Top of RECORD EXCERPTS

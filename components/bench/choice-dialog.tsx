"use client";

import { useState, type FormEvent } from "react";
import type { Setup } from "@/render/scene/setup";
import { Button } from "../button/button";
import { TextAction } from "../button/text-action";
import { Dialog } from "../dialog/dialog";
import { Choice } from "../field/choice";
import { Field } from "../field/field";
import { readNumber } from "./read-number";
import { chosenFrames, type RenderChoice } from "./render-choice";

const qualityOptions = [
  { value: "proof", word: "Proof.", meaning: "One light path a pixel: quick, for judging." },
  {
    value: "master",
    word: "Master.",
    meaning: "Four light paths a pixel: smooth edges, for delivery; four times the work.",
  },
] as const;

const spaceOptions = [
  { value: "rec709", word: "Linear Rec.709.", meaning: "For television, the web and most planetariums." },
  { value: "acescg", word: "ACEScg.", meaning: "For compositing in an ACES pipeline." },
] as const;

export interface ChoiceDialogProps {
  setup: Setup;
  choice: RenderChoice;
  onChoose: (choice: RenderChoice) => void;
}

/** Asks for quality, colour space and frames of the next version. */
export function ChoiceDialog({ setup, choice, onChoose }: ChoiceDialogProps) {
  const [open, setOpen] = useState(false);
  return (
    <Dialog
      trigger={<TextAction>quality and frames</TextAction>}
      open={open}
      onOpenChange={setOpen}
      title="Quality and frames"
      description="They are frozen with the version, as the setup is."
    >
      <ChoiceForm
        {...{ setup, choice }}
        onChoose={(next) => {
          onChoose(next);
          setOpen(false);
        }}
      />
    </Dialog>
  );
}

function ChoiceForm({ setup, choice, onChoose }: ChoiceDialogProps) {
  const { first: from, last: to } = setup.time;
  const [quality, setQuality] = useState(choice.quality);
  const [colourSpace, setColourSpace] = useState(choice.colourSpace);
  const given = chosenFrames(choice, setup);
  const [run, setRun] = useState(given);
  const faults = {
    first: faultOf(run.first, from, Math.min(to, run.last || to)),
    last: faultOf(run.last, Math.max(from, run.first || from), to),
  };
  const submit = (event: FormEvent) => {
    event.preventDefault();
    if (faults.first || faults.last) return;
    onChoose({ quality, colourSpace, frames: run.first === from && run.last === to ? "all" : run });
  };
  return (
    <form onSubmit={submit} noValidate className="grid gap-20">
      <Choice
        legend="Quality"
        options={qualityOptions}
        value={quality}
        onChange={(event) => setQuality(event.target.value === "master" ? "master" : "proof")}
      />
      <Choice
        legend="Colour space of the OpenEXR files"
        options={spaceOptions}
        value={colourSpace}
        onChange={(event) => setColourSpace(event.target.value === "acescg" ? "acescg" : "rec709")}
      />
      <div className="grid grid-cols-2 gap-24">
        {(["first", "last"] as const).map((end) => (
          <Field
            key={end}
            label={`${end} frame`}
            inputMode="numeric"
            defaultValue={given[end]}
            onChange={(event) => setRun({ ...run, [end]: readNumber(event.target.value) })}
            error={faults[end]}
            consequence={end === "first" ? `the setup begins at ${from}` : `the setup ends at ${to}`}
          />
        ))}
      </div>
      <div>
        <Button type="submit" look="primary">
          Choose these
        </Button>
      </div>
    </form>
  );
}

function faultOf(value: number, low: number, high: number): string | undefined {
  if (Number.isInteger(value) && value >= low && value <= high) return undefined;
  return `A whole frame number between ${low} and ${high}.`;
}
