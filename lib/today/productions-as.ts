import type { Role } from "@/db/enums";
import type { Actor } from "../context";

/** The productions in which a person holds just this role: what waits for them there is a matter of the role alone. */
export const productionsAs = (actor: Actor, role: Role): string[] =>
  [...actor.roles].filter(([, held]) => held === role).map(([id]) => id);
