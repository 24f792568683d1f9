import { frameRates } from "@/render/scene/setup";
import { Field } from "../field/field";
import { SelectField } from "../field/select-field";
import { Column } from "./column";
import { sayRate } from "./consequences";
import type { Slip } from "./use-slip";

const nameOf = (numerator: number, denominator: number) => `${numerator}/${denominator}`;

export function TimeColumn({ slip: { figure, form, values, consequences, readOnly } }: { slip: Slip }) {
  const { rate } = values.time;
  const choose = (name: string) => {
    const [numerator = 24, denominator = 1] = name.split("/").map(Number);
    form.setValue("time.rate", { numerator, denominator }, { shouldDirty: true });
  };
  return (
    <Column title="Time">
      <Field label="first frame" consequence={consequences.frames} {...figure("time.first")} />
      <Field label="last frame" consequence={consequences.turns} {...figure("time.last")} />
      <SelectField
        label="frames a second"
        disabled={readOnly}
        value={nameOf(rate.numerator, rate.denominator)}
        onChange={(event) => choose(event.target.value)}
      >
        {frameRates.map(([numerator, denominator]) => (
          <option key={nameOf(numerator, denominator)} value={nameOf(numerator, denominator)}>
            {sayRate({ numerator, denominator })}
          </option>
        ))}
      </SelectField>
    </Column>
  );
}
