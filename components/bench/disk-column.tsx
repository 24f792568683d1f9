import { defaultSetup, type Disk } from "@/render/scene/setup";
import { iscoRadius } from "@/render/spacetime/orbits";
import { Field } from "../field/field";
import { SelectField } from "../field/select-field";
import { Column } from "./column";
import type { Slip } from "./use-slip";

const senses = [
  { value: "prograde", word: "turns with the hole" },
  { value: "retrograde", word: "turns against it" },
  { value: "none", word: "no disk" },
] as const;

export function DiskColumn({ slip }: { slip: Slip }) {
  const { form, values, readOnly } = slip;
  const { disk } = values;
  const choose = (value: string) => {
    const sense: Disk["sense"] | null = value === "prograde" || value === "retrograde" ? value : null;
    const next: Disk | null = sense && { ...(disk ?? (defaultSetup.disk as Disk)), sense };
    form.setValue("disk", next, { shouldDirty: true });
  };
  return (
    <Column title="Disk">
      <SelectField
        label="disk"
        disabled={readOnly}
        value={disk?.sense ?? "none"}
        onChange={(event) => choose(event.target.value)}
      >
        {senses.map(({ value, word }) => (
          <option key={value} value={value}>
            {word}
          </option>
        ))}
      </SelectField>
      {disk && <DiskFields slip={slip} disk={disk} />}
    </Column>
  );
}

function DiskFields({ slip, disk }: { slip: Slip; disk: Disk }) {
  const { figure, form, values, consequences, readOnly } = slip;
  const stable = disk.innerEdge === "isco";
  const choose = (where: string) => {
    // Just outside, so that rounding the figure cannot put it inside.
    const radius = Math.ceil(iscoRadius(values.hole.spin, disk.sense) * 1000) / 1000;
    form.setValue("disk.innerEdge", where === "isco" ? "isco" : radius, { shouldDirty: true });
  };
  return (
    <>
      <SelectField
        label="begins"
        disabled={readOnly}
        value={stable ? "isco" : "radius"}
        consequence={stable ? consequences.innerEdge : undefined}
        onChange={(event) => choose(event.target.value)}
      >
        <option value="isco">innermost stable</option>
        <option value="radius">at a radius</option>
      </SelectField>
      {!stable && (
        <Field
          label="inner edge"
          unit="M"
          consequence={consequences.innerEdge}
          {...figure("disk.innerEdge")}
        />
      )}
      <Field label="outer edge" unit="M" consequence={consequences.outerEdge} {...figure("disk.outerEdge")} />
      <Field
        label="peak temperature"
        unit="K"
        consequence={consequences.peakTemperature}
        {...figure("disk.peakTemperatureK")}
      />
      <Field
        label="accretion"
        unit="M☉ a year"
        computed
        value={consequences.accretion}
        consequence={consequences.eddington}
      />
    </>
  );
}
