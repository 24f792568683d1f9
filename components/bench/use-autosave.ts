import { useEffect, useRef, useState } from "react";
import type { BenchPage } from "@/lib/setups/schema";
import type { Setup } from "@/render/scene/setup";
import { requestJson } from "../api/request";
import { saveSetup, setupPath, type SaveState } from "./save-setup";

export interface Autosave {
  state: SaveState;
  /** Saves at once what is not saved yet; answers with the revision, or nothing when it could not be saved. */
  flush: () => Promise<number | undefined>;
  /** After a conflict: saves the reader's values over the other's. */
  saveOver: () => Promise<void>;
  /** After a conflict: takes the other's values. */
  takeTheirs: () => Promise<Setup>;
}

const pauseMs = 700;
const afterFailureMs = 10_000;

const same = (a: unknown, b: unknown) => JSON.stringify(a) === JSON.stringify(b);

/** Saves the values a moment after the last change, on the revision they were made on, one save at a time. */
export function useAutosave(page: BenchPage, values: Setup): Autosave {
  const [state, setState] = useState<SaveState>({ kind: "saved", at: page.savedAt, by: page.savedBy });
  const [saved, setSaved] = useState({ revision: page.revision, setup: page.setup });
  const changed = !same(values, saved.setup);

  const save = async (revision: number): Promise<number | undefined> => {
    setState({ kind: "saving" });
    const outcome = await saveSetup(page.shot.id, revision, values);
    if (outcome.saved) setSaved(outcome.saved);
    setState(outcome.state);
    return outcome.saved?.revision;
  };
  const idle = state.kind !== "saving" && state.kind !== "conflict";
  useDelayed(() => void save(saved.revision), {
    when: page.may.save && changed && idle,
    after: state.kind === "failed" ? afterFailureMs : pauseMs,
    restart: values,
  });

  const fetchTheirs = async () => {
    const theirs = await requestJson<BenchPage>(setupPath(page.shot.id));
    setSaved({ revision: theirs.revision, setup: theirs.setup });
    return theirs;
  };
  return {
    state: changed && state.kind === "saved" ? { kind: "waiting" } : state,
    flush: async () => (changed ? save(saved.revision) : saved.revision),
    saveOver: async () => void (await save((await fetchTheirs()).revision)),
    takeTheirs: async () => {
      const theirs = await fetchTheirs();
      setState({ kind: "saved", at: theirs.savedAt, by: theirs.savedBy });
      return theirs.setup;
    },
  };
}

/** Does something once a condition has held for a while since `restart` last changed. */
function useDelayed(
  act: () => void,
  { when, after, restart }: { when: boolean; after: number; restart: unknown },
) {
  const latest = useRef(act);
  useEffect(() => {
    latest.current = act;
  });
  useEffect(() => {
    if (!when) return;
    const timer = setTimeout(() => latest.current(), after);
    return () => clearTimeout(timer);
  }, [when, after, restart]);
}
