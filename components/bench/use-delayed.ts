import { useEffect, useRef } from "react";

export interface Delay {
  /** While this does not hold, nothing is waited for. */
  when: boolean;
  /** Milliseconds. */
  after: number;
  /** The wait begins anew when this changes. */
  restart: unknown;
}

/** Does something once a condition has held for a while; at once when the page is left before that. */
export function useDelayed(act: () => void, { when, after, restart }: Delay): void {
  const latest = useRef({ act, when });
  useEffect(() => {
    latest.current = { act, when };
  });
  useEffect(() => {
    if (!when) return;
    const timer = setTimeout(() => latest.current.act(), after);
    return () => clearTimeout(timer);
  }, [when, after, restart]);
  useEffect(
    () => () => {
      if (latest.current.when) latest.current.act();
    },
    [],
  );
}
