import { and, eq, getViewSelectedFields, inArray, ne } from "drizzle-orm";
import type { Database } from "@/db/client";
import { shotFacts } from "@/db/schema/facts";
import { people } from "@/db/schema/people";
import { productions } from "@/db/schema/productions";
import { shots } from "@/db/schema/shots";
import { renders, versions } from "@/db/schema/versions";
import { standingOf } from "../shots/standing";
import type { TodayItem } from "./schema";

/** The productions' shots that are not omitted, with their newest version and how they stand. */
export async function findShots(db: Database, productionIds: string[]) {
  if (productionIds.length === 0) return [];
  const rows = await db
    .select({
      id: shots.id,
      code: shots.code,
      brief: shots.brief,
      dueOn: shots.dueOn,
      artistId: shots.artistId,
      artist: people.name,
      productionId: shots.productionId,
      kind: productions.kind,
      facts: getViewSelectedFields(shotFacts),
      first: versions.first,
      last: versions.last,
      failedFrame: renders.failedFrame,
      failure: renders.failure,
    })
    .from(shots)
    .innerJoin(shotFacts, eq(shotFacts.shotId, shots.id))
    .innerJoin(productions, eq(productions.id, shots.productionId))
    .leftJoin(people, eq(people.id, shots.artistId))
    .leftJoin(versions, eq(versions.id, shotFacts.versionId))
    .leftJoin(renders, eq(renders.versionId, shotFacts.versionId))
    .where(and(inArray(shots.productionId, productionIds), ne(shots.hold, "omitted")))
    .orderBy(shots.code);
  return rows.map((row) => ({ ...row, standing: standingOf(row.facts) }));
}

export type TodayShot = Awaited<ReturnType<typeof findShots>>[number];

/** A look at the newest version's middle frame, once it is whole. */
export function pictureOf(shot: TodayShot): TodayItem["picture"] {
  const { versionId, renderState } = shot.facts;
  if (versionId === null || shot.first === null || shot.last === null || renderState !== "complete")
    return null;
  return { versionId, frame: Math.floor((shot.first + shot.last) / 2), square: shot.kind === "dome" };
}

Bottom of RECORD EXCERPTS

In exact wording, restate the lines of the data above from the first through the one holding "const given = chosenFrames(choice, setup);", and stop after that line.

filename components/bench/choice-dialog.tsx
"use client";

import { useState, type FormEvent } from "react";
import type { Setup } from "@/render/scene/setup";
import { Button } from "../button/button";
import { TextAction } from "../button/text-action";
import { Dialog } from "../dialog/dialog";
import { Choice } from "../field/choice";
import { Field } from "../field/field";
import { readNumber } from "./read-number";
import { chosenFrames, type RenderChoice } from "./render-choice";

const qualityOptions = [
  { value: "proof", word: "Proof.", meaning: "One light path a pixel: quick, for judging." },
  {
    value: "master",
    word: "Master.",
    meaning: "Four light paths a pixel: smooth edges, for delivery; four times the work.",
  },
] as const;

const spaceOptions = [
  { value: "rec709", word: "Linear Rec.709.", meaning: "For television, the web and most planetariums." },
  { value: "acescg", word: "ACEScg.", meaning: "For compositing in an ACES pipeline." },
] as const;

export interface ChoiceDialogProps {
  setup: Setup;
  choice: RenderChoice;
  onChoose: (choice: RenderChoice) => void;
}

/** Asks for quality, colour space and frames of the next version. */
export function ChoiceDialog({ setup, choice, onChoose }: ChoiceDialogProps) {
  const [open, setOpen] = useState(false);
  return (
    <Dialog
      trigger={<TextAction>quality and frames</TextAction>}
      open={open}
      onOpenChange={setOpen}
      title="Quality and frames"
      description="They are frozen with the version, as the setup is."
    >
      <ChoiceForm
        {...{ setup, choice }}
        onChoose={(next) => {
          onChoose(next);
          setOpen(false);
        }}
      />
    </Dialog>
  );
}

function ChoiceForm({ setup, choice, onChoose }: ChoiceDialogProps) {
  const { first: from, last: to } = setup.time;
  const [quality, setQuality] = useState(choice.quality);
  const [colourSpace, setColourSpace] = useState(choice.colourSpace);
  const given = chosenFrames(choice, setup);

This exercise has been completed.